▸ SOURCE INFORMATION
"""Pre-trial review records: an immutable check run, its sign-offs, and whether it still holds.

A run keeps the formula text as checked, the hash of every library record the check used
(ingredients by name, version and values; the limits, exposure row, toxicology rows, label
thresholds and mixture constituents relevant to the formula) and the whole result. A run is never
updated: a newer run of the same formula name supersedes it, and its state is worked out when
asked: stale when the formula or any record used changed since, naming what changed. A sign-off
binds a printed name, the login, the UTC time and its meaning to the run hash (21 CFR 11.50 and
11.70: the signature shows who, when and what it means, and is linked to its record).
"""

from __future__ import annotations

import hashlib
import json
from datetime import UTC, datetime
from pathlib import Path
from typing import Any

from sqlalchemy import select
from sqlalchemy.orm import Session

from formdb import __version__
from formdb.errors import Conflict, InvalidData, NotFound
from formdb.rules.engine import check_resolved
from formdb.rules.profiles import Profile, load_profile
from formdb.schemas.admin import Action
from formdb.schemas.formula import ResolvedFormula
from formdb.schemas.ingredient import IngredientRecord, name_key
from formdb.schemas.reference import ReferenceData
from formdb.schemas.result import CheckResult
from formdb.schemas.review import FiledRun, RunState, RunSummary, SignatureInfo
from formdb.schemas.suggest import close_matches
from formdb.schemas.times import utc
from formdb.services.admin.access import require
from formdb.services.checking.flow import FormulaInput, input_from_text, read_inputs, resolve_all
from formdb.services.library.formula_files import content_hash
from formdb.services.review.audit import append_sealed
from formdb.store import queries
from formdb.store.formulas import get_formula
from formdb.store.library import Library
from formdb.store.lists import with_list_entries
from formdb.store.models import ChangeLogEntry, ReviewRun, ReviewSignature

DEFAULT_PROFILE = "strict"
MEANINGS = ("approved", "reviewed", "rejected")
STORED = "stored:"


def _digest(value: Any) -> str:
    text = json.dumps(value, sort_keys=True, separators=(",", ":"), ensure_ascii=False,
                      default=str)
    return hashlib.sha256(text.encode("utf-8")).hexdigest()


# ----- the records a run used ---------------------------------------------------------------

▸ WORK TO COMPLETE
Once you have read the records above, set each one down again exactly.

▸ EXERCISE SOLUTION
"""Pre-trial review records: an immutable check run, its sign-offs, and whether it still holds.

A run keeps the formula text as checked, the hash of every library record the check used
(ingredients by name, version and values; the limits, exposure row, toxicology rows, label
thresholds and mixture constituents relevant to the formula) and the whole result. A run is never
updated: a newer run of the same formula name supersedes it, and its state is worked out when
asked: stale when the formula or any record used changed since, naming what changed. A sign-off
binds a printed name, the login, the UTC time and its meaning to the run hash (21 CFR 11.50 and
11.70: the signature shows who, when and what it means, and is linked to its record).
"""

from __future__ import annotations

import hashlib
import json
from datetime import UTC, datetime
from pathlib import Path
from typing import Any

from sqlalchemy import select
from sqlalchemy.orm import Session

from formdb import __version__
from formdb.errors import Conflict, InvalidData, NotFound
from formdb.rules.engine import check_resolved
from formdb.rules.profiles import Profile, load_profile
from formdb.schemas.admin import Action
from formdb.schemas.formula import ResolvedFormula
from formdb.schemas.ingredient import IngredientRecord, name_key
from formdb.schemas.reference import ReferenceData
from formdb.schemas.result import CheckResult
from formdb.schemas.review import FiledRun, RunState, RunSummary, SignatureInfo
from formdb.schemas.suggest import close_matches
from formdb.schemas.times import utc
from formdb.services.admin.access import require
from formdb.services.checking.flow import FormulaInput, input_from_text, read_inputs, resolve_all
from formdb.services.library.formula_files import content_hash
from formdb.services.review.audit import append_sealed
from formdb.store import queries
from formdb.store.formulas import get_formula
from formdb.store.library import Library
from formdb.store.lists import with_list_entries
from formdb.store.models import ChangeLogEntry, ReviewRun, ReviewSignature

DEFAULT_PROFILE = "strict"
MEANINGS = ("approved", "reviewed", "rejected")
STORED = "stored:"


def _digest(value: Any) -> str:
    text = json.dumps(value, sort_keys=True, separators=(",", ":"), ensure_ascii=False,
                      default=str)
    return hashlib.sha256(text.encode("utf-8")).hexdigest()


# ----- the records a run used ---------------------------------------------------------------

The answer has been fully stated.